# Other Places Around The World > Mexico, Central & South America >  >   Rio de Janeiro - New Years

## Jeanette

Has anybody gone to Rio for New Years? I have an invitation to visit a friend over the holiday. Rio looks like a magical, unique city at New Years. It would be fabulous to share this experience with a native Brazilian family. 

The downside if the insane airfare at this time. Does anybody have any recommendations how to get there at a somewhat reasonable price? Most flights coming back to the east coast on January 3 are hovering around $4,000 for coach.

----------


## andynap

Been to Rio 2x but not NY Eve. It's good that you would be with natives- it's more than a little scary now.

----------


## Petri

kayak.com is showing about $2k for a 30.12. - 3.1. trip, TAM being the cheapest through Sao Paulo.

----------


## andynap

Try TAM airlines to JFK from Rio- it shows much less than that- try 1/5

----------


## Jeanette

Thanks, Petri and Andy. 

I am hoping to leave on the December 28, arriving on the 29th and leaving around midnight on January 3.
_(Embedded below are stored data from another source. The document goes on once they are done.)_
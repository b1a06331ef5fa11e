package chain

import (
	"math"
	"testing"
)

// What is computed two numbers at a time is bit for bit what the plain form computes, and nothing beyond is touched.
func TestDenseRowsAreTheSameEverywhere(t *testing.T) {
	rng := newRand(3)
	for n := range 70 {
		x, w := make([]float32, n), make([]float64, n+3)
		for i := range w {
			w[i] = rng.NormFloat64()
		}
		exact := 0.0
		for i := range x {
			x[i] = float32(rng.NormFloat64())
			exact += float64(x[i]) * w[i]
		}
		got := dotDense(x, w)
		if want := dotPlain(x, w); got != want || math.Abs(got-exact) > 1e-12 {
			t.Errorf("%d numbers: %v, wanted %v, about %v", n, got, want, exact)
		}
		want, step := append([]float64(nil), w...), rng.NormFloat64()
		addPlain(want, step, x)
		addDense(w, step, x)
		for i, v := range want {
			if w[i] != v {
				t.Errorf("%d numbers: weight %d is %v, wanted %v", n, i, w[i], v)
			}
		}
	}
}
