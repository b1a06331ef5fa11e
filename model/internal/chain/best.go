package chain

// collapseBelow is the share of a class's weight that has to be kept. Dropping one whole class and calling every row
// the other costs half of (1−q)² however the rows lie, which at q near 0 is less than any useful solution of a hard
// problem costs: a low J then says nothing. More than three wrong labels in four of a class can't be told from a
// class of another name, so such points are not solutions anyone wants.
const collapseBelow = 0.25

// collapsed tells whether the last measured point drops most of a class.
func (s *Scratch) collapsed() bool {
	return s.kept[0] < collapseBelow || s.kept[1] < collapseBelow
}

// remember makes the last measured point, whose objective is j, the best one.
func (s *Scratch) remember(j float64) {
	s.best.j, s.best.collapsed, s.best.at = j, s.collapsed(), s.at
	copy(s.best.w, s.w)
	copy(s.best.alpha, s.alpha)
	copy(s.best.keep, s.keep)
}

// consider remembers the last measured point if it is better than the best: one that has not collapsed is better than
// one that has, and among like points the lower J is.
func (s *Scratch) consider(j float64) {
	c := s.collapsed()
	if c == s.best.collapsed && j < s.best.j || !c && s.best.collapsed {
		s.remember(j)
	}
}

// recall goes back to the best point.
func (s *Scratch) recall() {
	if s.at != s.best.at {
		s.at = s.best.at
		copy(s.w, s.best.w)
	}
	copy(s.alpha, s.best.alpha)
	copy(s.keep, s.best.keep)
}

// end is the best point as a state.
func (s *Scratch) end(q float64, status Status) State {
	s.recall()
	return s.state(q, s.best.j, s.best.collapsed, status)
}

// Less tells whether a is the better end of a run at the same q and λ: one that has not collapsed before one that
// has, then the lower J.
func Less(a, b *State) bool {
	if a.Collapsed != b.Collapsed {
		return b.Collapsed
	}
	return a.J < b.J
}

// Best is the index of the best state. The running one, by index or −1 for none, stays unless another's J is lower by
// more than the share hysteresis of it: two bottoms of equal depth must not make scores jump at every retrain.
func Best(states []State, running int, hysteresis float64) int {
	best := 0
	for k := range states {
		if Less(&states[k], &states[best]) {
			best = k
		}
	}
	if running >= 0 && holds(&states[running], &states[best], hysteresis) {
		return running
	}
	return best
}

// holds tells whether the running state stays although best is at least as good.
func holds(running, best *State, hysteresis float64) bool {
	return running.Collapsed == best.Collapsed && best.J >= running.J*(1-hysteresis)
}
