package chain

import (
	"fmt"
	"math/rand/v2"
)

// Scratch is the working memory of runs. Its zero value is ready; reuse saves allocation. It belongs to one goroutine.
//
// A problem's rows are packed into it in a random order, so that an epoch walks memory forward and still meets the
// rows in an order that has nothing to do with their labels. Runs of few epochs save the packing and read the rows where
// they are.
type Scratch struct {
	n, dense, trees int
	value           float64 // of a leaf indicator
	lambda          float64

	perm   []int32   // packed row → entry of the problem's Rows
	row    []int32   // packed row → row of x and leaves
	x      []float32 // dense numbers a row
	leaves []int32   // trees columns a row, the first leaf column being 0; not read where thin is
	thin   []uint16  // the same for few enough columns, already offset by dense; nil otherwise

	rows    []int32 // memory of row, x, leaves and thin
	numbers []float32
	columns []int32
	thins   []uint16

	y     []float64 // ±1
	omega []float64
	ratio []float64 // λ/ω
	denom []float64 // ‖x‖² + λ/ω

	wide   []float64 // narrow or more weights, of which w is the front
	w      []float64 // dense, then leaves
	alpha  []float64
	keep   []bool
	margin []float64 // as of the last renewal
	active []int32   // packed rows an epoch visits
	blocks []int32   // starts of runs of active, shuffled each epoch

	hold   int // epochs between renewals of the flags
	epochs int // since load

	at        int // names the present w; another after every change
	marginsAt int // the w that margin was measured at
	named     int // names given so far

	kept  [2]float64 // share of the weight of class −1 and +1 above q, as of the last measure
	stray bool       // the last cycle ended elsewhere than at its best point
	best  mark       // best point met at the present q
	here  mark       // where a shaken run stands
	top   mark       // the lowest point of a shaken run

	lattice lattice // of annealed runs

	room []float32 // see Room
}

// Room lends memory for n numbers of any value, for a design that is made anew again and again. It is the caller's until the
// next call; runs do not touch it.
func (s *Scratch) Room(n int) []float32 {
	s.room = resize(s.room, n)
	return s.room
}

// resize gives s length n without keeping its contents.
func resize[T any](s []T, n int) []T {
	if cap(s) < n {
		return make([]T, n)
	}
	return s[:n]
}

// load packs p with all rows kept, every α and weight zero; in the rows' own order without an rng.
func (s *Scratch) load(p *Problem, rng *rand.Rand) {
	s.begin(p)
	n := s.n
	s.rows = resize(s.rows, n)
	s.numbers = resize(s.numbers, n*p.Dense)
	s.row, s.x = s.rows, s.numbers
	if p.Columns() <= narrow {
		s.thins = resize(s.thins, n*p.Trees)
		s.thin, s.leaves = s.thins, nil
	} else {
		s.columns = resize(s.columns, n*p.Trees)
		s.thin, s.leaves = nil, s.columns
	}
	if rng != nil {
		rng.Shuffle(n, func(a, b int) { s.perm[a], s.perm[b] = s.perm[b], s.perm[a] })
	}
	for i, k := range s.perm {
		s.row[i] = int32(i)
		s.pack(p, i, int(p.Rows[k]))
		s.weigh(p, i, int(k))
	}
	s.hold = s.holdFor()
	s.reset()
}

// view is load without packing: rows stay where and as they are, and p is not to be changed as long as the run lasts.
func (s *Scratch) view(p *Problem) {
	s.begin(p)
	s.row, s.x, s.leaves, s.thin = p.Rows, p.X, p.Leaves, nil
	for i := range s.perm {
		s.weigh(p, i, i)
	}
	s.hold = s.holdFor()
	s.reset()
}

// begin makes room for p's rows, in their own order.
func (s *Scratch) begin(p *Problem) {
	p.check()
	n := len(p.Rows)
	s.n, s.dense, s.trees, s.value, s.lambda, s.epochs = n, p.Dense, p.Trees, p.LeafValue, p.Lambda, 0
	s.perm = resize(s.perm, n)
	for i := range s.perm {
		s.perm[i] = int32(i)
	}
	s.wide = resize(s.wide, max(narrow, p.Columns()))
	s.w = s.wide[:p.Columns()]
	s.y, s.omega = resize(s.y, n), resize(s.omega, n)
	s.ratio, s.denom = resize(s.ratio, n), resize(s.denom, n)
	s.alpha = resize(s.alpha, n)
	s.keep, s.margin = resize(s.keep, n), resize(s.margin, n)
	s.active = resize(s.active, n)[:0]
}

// holdFor is the number of epochs that w needs to follow a change of the flags. An epoch of dual ascent shrinks the
// distance to the optimum about by ‖x‖²/(λ/ω) + 1 (Shalev-Shwartz & Zhang 2013), so two do when rows are many and the
// few rows of a small problem, each of which weighs more than λ, need some more.
func (s *Scratch) holdFor() int {
	const least, most = 2, 8
	var load float64
	for i, r := range s.ratio {
		load += (s.denom[i] - r) / r
	}
	return min(most, least+int(2*load/float64(max(1, s.n))))
}

// tiny stands in for a weight of zero, whose row then has no say but does no harm.
const tiny = 1e-300

// pack copies row r of the design to packed row i.
func (s *Scratch) pack(p *Problem, i, r int) {
	copy(s.x[i*s.dense:(i+1)*s.dense], p.X[r*p.Dense:(r+1)*p.Dense])
	from := p.Leaves[r*p.Trees : (r+1)*p.Trees]
	if s.thin == nil {
		copy(s.leaves[i*s.trees:], from)
		return
	}
	to, shift := s.thin[i*s.trees:][:len(from)], int32(s.dense)
	for t, c := range from {
		to[t] = uint16(c + shift)
	}
}

// weigh sets what the steps along packed row i, which is entry k of the problem, depend on.
func (s *Scratch) weigh(p *Problem, i, k int) {
	norm := float64(p.Trees)*p.LeafValue*p.LeafValue + squares32(s.number(i))
	s.y[i], s.omega[i] = float64(p.Y[k]), p.Omega[k]
	s.ratio[i] = p.Lambda / max(p.Omega[k], tiny)
	s.denom[i] = norm + s.ratio[i]
}

// reset puts the run back to zero weights with every row kept.
func (s *Scratch) reset() {
	clear(s.w)
	clear(s.alpha)
	for i := range s.keep {
		s.keep[i] = true
	}
	s.moved()
}

// moved gives the present w a new name.
func (s *Scratch) moved() {
	s.named++
	s.at = s.named
}

// state copies the run's state out, in the order of the problem's rows.
func (s *Scratch) state(q, j float64, collapsed bool, status Status) State {
	st := State{W: make([]float64, len(s.w)), Alpha: make([]float64, s.n), Keep: make([]bool, s.n),
		Q: q, J: j, Collapsed: collapsed, Status: status, Epochs: s.epochs}
	copy(st.W, s.w)
	for i, k := range s.perm {
		st.Alpha[k], st.Keep[k] = s.alpha[i], s.keep[i]
	}
	return st
}

// restore takes α and flags from st and rebuilds the weights from them.
func (s *Scratch) restore(st *Start) {
	if len(st.Alpha) != s.n || len(st.Keep) != s.n || st.New != nil && len(st.New) != s.n {
		panic(fmt.Sprintf("chain: start of %d rows for %d", len(st.Alpha), s.n))
	}
	clear(s.w)
	for i, k := range s.perm {
		s.keep[i], s.alpha[i] = st.Keep[k], 0
		if a := st.Alpha[k]; s.keep[i] && a > 0 {
			s.alpha[i] = a
			s.add(i, a*s.y[i])
		}
	}
	s.moved()
}
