package chain

import "fmt"

// Design is the design matrix that problems share. A row is a dense block, row-major in X (N×Dense; the caller's last
// dense column is the constant 1), and Trees leaf indicators, row-major in Leaves (N×Trees): column ids in
// [0, LeafCols), different within a row, each of the value LeafValue. It is read only.
type Design struct {
	N, Dense  int
	X         []float32
	Trees     int
	LeafCols  int
	Leaves    []int32
	LeafValue float64
}

// Problem is one pair of classes on a subset of the rows of a design.
type Problem struct {
	*Design
	Rows   []int32   // rows of the design
	Y      []int8    // ±1, one an entry of Rows
	Omega  []float64 // weights ≥ 0, one an entry of Rows, sum 1
	Lambda float64   // > 0
}

// Columns is the length of a weight vector: the dense columns, then the leaves.
func (d *Design) Columns() int { return d.Dense + d.LeafCols }

// check panics where the slices of p do not fit together: that is a caller's mistake, not bad data.
func (p *Problem) check() {
	n := len(p.Rows)
	if len(p.Y) != n || len(p.Omega) != n {
		panic(fmt.Sprintf("chain: %d rows, %d labels, %d weights", n, len(p.Y), len(p.Omega)))
	}
	if len(p.X) != p.N*p.Dense || len(p.Leaves) != p.N*p.Trees {
		panic(fmt.Sprintf("chain: shapes differ: %d×%d dense has %d, %d×%d leaves has %d", p.N, p.Dense, len(p.X), p.N, p.Trees, len(p.Leaves)))
	}
	if !(p.Lambda > 0) {
		panic("chain: lambda must be positive")
	}
}
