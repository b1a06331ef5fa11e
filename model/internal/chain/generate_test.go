package chain

import (
	"math"
	"math/rand/v2"
)

func newRand(seed uint64) *rand.Rand { return rand.New(rand.NewPCG(seed, 0x77)) }

// balanced gives every row of a class the same weight and every class the same total.
func balanced(y []int8) []float64 {
	var pos int
	for _, v := range y {
		if v > 0 {
			pos++
		}
	}
	o := make([]float64, len(y))
	for i, v := range y {
		if v > 0 {
			o[i] = .5 / float64(pos)
		} else {
			o[i] = .5 / float64(len(y)-pos)
		}
	}
	return o
}

// linear draws a problem whose true labels are the side of a random hyperplane, blurred, with a share flip of the
// labels turned; trees random leaf indicators of width leaves each stand beside d dense columns and the constant.
func linear(n, d, trees, width int, flip float64, rng *rand.Rand) (p *Problem, flipped []bool) {
	ds := &Design{N: n, Dense: d + 1, Trees: trees, LeafCols: trees * width}
	if trees > 0 {
		ds.LeafValue = .7 / math.Sqrt(float64(trees))
	}
	dir := make([]float64, d)
	for k := range dir {
		dir[k] = rng.NormFloat64()
	}
	p = &Problem{Design: ds, Lambda: 3e-3}
	flipped = make([]bool, n)
	for i := range n {
		var z float64
		for k := range d {
			v := rng.NormFloat64()
			z += v * dir[k]
			ds.X = append(ds.X, float32(.7*v/math.Sqrt(float64(d))))
		}
		ds.X = append(ds.X, 1)
		z += .3 * rng.NormFloat64() * math.Sqrt(float64(d))
		y := int8(1)
		if z < 0 {
			y = -1
		}
		for t := range trees {
			// half of the leaves of a tree see the side, as a tree's would
			leaf := rng.IntN(width)
			if t%2 == 0 {
				leaf = leaf/2*2 + int(y+1)/2
				leaf = min(leaf, width-1)
			}
			ds.Leaves = append(ds.Leaves, int32(t*width+leaf))
		}
		if rng.Float64() < flip {
			y, flipped[i] = -y, true
		}
		p.Rows = append(p.Rows, int32(i))
		p.Y = append(p.Y, y)
	}
	p.Omega = balanced(p.Y)
	return p, flipped
}

// objective computes J_q(w) from the definition, without any of the code under test.
func objective(p *Problem, q float64, w []float64) float64 {
	var j float64
	for k, r := range p.Rows {
		var s float64
		for c, v := range p.X[int(r)*p.Dense : (int(r)+1)*p.Dense] {
			s += float64(v) * w[c]
		}
		for _, c := range p.Leaves[int(r)*p.Trees : (int(r)+1)*p.Trees] {
			s += p.LeafValue * w[p.Dense+int(c)]
		}
		h := math.Max(0, 1-float64(p.Y[k])*s)
		j += p.Omega[k] * math.Min((1-q)*(1-q), h*h)
	}
	for _, v := range w {
		j += p.Lambda * v * v
	}
	return j
}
There is no rhyme or reason to discount airfare sites. I went on kayak to play with dates and a window for cheapoair opened. I tried flying from JFK as Andy suggested and I got really great rates for EWR (Newark), flights that didn't show up when I searched under EWR. Go figure...

The best price was for $1,600ish on United with a layover in Dulles. Given the drive time to Newark airport and the layovers in Dulles, it would be faster for me to drive to DC and take a direct 10 hour flight. When I priced the direct flight from DC on United, it was $2,400. Go figure...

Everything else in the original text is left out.